Is there something in the machines complex plumbing that might cause this?

Or is this a new boiler job - or something else?

Help! My coffee tastes like instant granules - it doesn't get worse than that!


----------



## DavecUK (Aug 6, 2013)

Have you owned it from new...has the steam tip or heating element ever been replaced?


When did you first notice this problem, was it gradual or sudden deterioration?


What water do you use (if you say tap water or britta filter, where in the country are you), when was it last descaled?


----------



## Enpea (Jul 23, 2017)

Hi Dave,

Wow you're quick off the mark! Thanks.

I've owned it from new and cared for it with the same love I have given my children. (And they are OK!)

I have several steam tips - they are all clear. I don't think there is a problem with the steam valve itself or the steam delivery pipework.

The heating element has never been replaced. I wasn't looking at the element as a source of the problem as we get up to pressure in a reasonable amount of time and also the E61 brew group side of things is working fine. Could there be a problem with the element that I'm missing?

Cheers

Nigel


----------



## Enpea (Jul 23, 2017)

Replying to your edits, Dave...

We are in a hard water area - North Hampshire

The water is filtered by a Franke filtered water tap - this is the filter https://www.grldirect.co.uk/franke-02

The machine was last descaled a month ago - just common-all-garden kettle descaler in a 3/4 full water tank, passed through the system in 4 bursts over a couple of hours.


----------



## DavecUK (Aug 6, 2013)

My thoughts were that limescale is preventing it from heating the water fast enough...but presumably you believe that's not a problem. If it's not limescale causing it, I can't think of any reason. It seems to be heating OK as pressure rises and falls when the pressurestat asks, so it's reasonable to assume it's doing the same when steaming.

I quote from Frankes own site, note the filter does not reduce hardness!



> My kettle seems to be constantly full of limescale and we often notice a filmy substance on the top of tea and coffee, too. Is it possible to switch to a filter cartridge that will stop this?
> 
> Yes and no! 50% of UK households are in hard water areas - but the actual hardness of water still varies dramatically from home to home. Franke standard filter cartridges do not tackle hard water because as a product that is intended to deliver healthy, great-tasting drinking water, calcium and magnesium (the causes of limescale) are regarded as essential!

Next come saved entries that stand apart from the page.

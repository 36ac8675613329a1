//! The calibration plan: what the product is and what a good unit looks
//! like. A TOML file, documented in docs/calibration.md, with a commented
//! example in `examples/data/demo-plan.toml`.

use serde::Deserialize;
use std::path::{Path, PathBuf};

/// Which reader the calibrated units run.
#[derive(Clone, Copy, Debug, PartialEq, Eq, Deserialize)]
#[serde(rename_all = "lowercase")]
pub enum Kind {
    /// Inductive proximity.
    Proximity,
    /// Capacitive level.
    Level,
    /// Metal detection.
    Metal,
}

/// The product and how to calibrate it.
#[derive(Clone, Debug, PartialEq, Deserialize)]
#[serde(deny_unknown_fields)]
pub struct Product {
    /// Reader kind.
    pub kind: Kind,
    /// Reference clock of the counter, Hz.
    pub reference_hz: u32,
    /// Reciprocal gate length in sensor cycles (0: none).
    #[serde(default)]
    pub gate_cycles: u32,
    /// Plausible sensor band [min, max], Hz.
    pub band_hz: [u32; 2],
    /// Fewest sensor cycles per gate.
    #[serde(default = "default_min_cycles")]
    pub min_cycles: u32,
    /// The rest point's and the drift model's reference temperature, °C.
    #[serde(default = "default_reference_temp")]
    pub reference_temp_c: f64,
    /// Output resolution: one raw output unit in metres (1e-6: micrometres).
    #[serde(default = "default_output_m")]
    pub output_step_m: f64,
    /// Curve nodes written into the image (2–64).
    #[serde(default = "default_nodes")]
    pub curve_nodes: usize,
    /// Interior knots of the monotone fit.
    #[serde(default = "default_knots")]
    pub fit_knots: usize,
}

fn default_min_cycles() -> u32 {
    64
}
fn default_reference_temp() -> f64 {
    25.0
}
fn default_output_m() -> f64 {
    1e-6
}
fn default_nodes() -> usize {
    24
}
fn default_knots() -> usize {
    6
}

/// Ring-down thresholds of the rig, as fractions of the first peak.
#[derive(Clone, Copy, Debug, PartialEq, Deserialize)]
#[serde(deny_unknown_fields)]
pub struct Ringdown {
    /// Upper threshold.
    pub upper: f64,
    /// Lower threshold.
    pub lower: f64,
}

/// Metal reader parameters written into the image.
#[derive(Clone, Copy, Debug, PartialEq, Deserialize)]
#[serde(deny_unknown_fields)]
pub struct Metal {
    /// Enter threshold, ppm of shift.
    pub enter_ppm: f64,
    /// Leave threshold, ppm of shift.
    pub leave_ppm: f64,
    /// Readings beyond enter before "present".
    pub enter_samples: u16,
    /// Readings below leave before "absent".
    pub leave_samples: u16,
    /// Baseline EMA weight exponent (2^-k).
    pub baseline_k: u8,
    /// Ring-count drop that confirms a lossy target (0: none).
    #[serde(default)]
    pub ring_drop: u16,
    /// Readings present before the baseline is re-learned (0: never).
    #[serde(default)]
    pub relearn_readings: u32,
}

/// The tank a level product measures, for its level → volume table.
#[derive(Clone, Debug, PartialEq, Deserialize)]
#[serde(deny_unknown_fields)]
pub struct Tank {
    /// horizontal_cylinder, vertical_cylinder, rectangular or strapping.
    pub shape: TankKind,
    /// Strapping table (CSV, docs/formats.md) for shape = "strapping", a
    /// path relative to the plan file.
    pub table: Option<PathBuf>,
    /// The strapping table's rows, read when the plan is parsed.
    #[serde(skip)]
    pub strapping: Option<crate::volume::StrappingTable>,
    /// Diameter, m (cylinders).
    pub diameter_m: Option<f64>,
    /// Length, m (horizontal cylinder).
    pub length_m: Option<f64>,
    /// Height, m (vertical cylinder, rectangular).
    pub height_m: Option<f64>,
    /// Base area, m² (rectangular).
    pub base_area_m2: Option<f64>,
    /// One raw volume unit, m³ (1e-6: millilitres).
    #[serde(default = "default_volume_step")]
    pub volume_step_m3: f64,
    /// Table nodes (2–64).
    #[serde(default = "default_nodes")]
    pub nodes: usize,
}

fn default_volume_step() -> f64 {
    1e-6
}

/// Tank shapes.
#[derive(Clone, Copy, Debug, PartialEq, Eq, Deserialize)]
#[serde(rename_all = "snake_case")]
pub enum TankKind {
    /// A cylinder lying on its side.
    HorizontalCylinder,
    /// An upright cylinder.
    VerticalCylinder,
    /// Any constant cross-section.
    Rectangular,
    /// A strapping table (level → volume rows) from a CSV file.
    Strapping,
}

> The machine was last descaled a month ago - just common-all-garden kettle descaler in a 3/4 full water tank, passed through the system in 4 bursts over a couple of hours.


 I am not sure I understand your descaling method, sounds like you are running it through the group only? In 4 bursts over a few hours...It sounds like you may not be descaling it properly. The Cellini Classic is like this inside and is a horizontal boiler...at least the last time I reviewed one. This does give some issues for descaling, and it's super hard to get all the descaler out of the main boiler....probably 11 boiler drain downs and refills. Can you give a bit more information about exactly how you are descaling it.


----------



## Enpea (Jul 23, 2017)

Hi Dave, thanks for following up.

My machine is similar to the one in your internals photo but mine is the Cellini Evoluzzione V2, so the boiler is lagged and the location and type (Mine is a Sirai) of the pressurestat and some of the pipework differs. I can photo it if it would be useful?

My descaling process is pretty simple and (I see what you are getting at) I don't think it will introduce and (or maybe just a little) descaler into the full void of the steam chamber.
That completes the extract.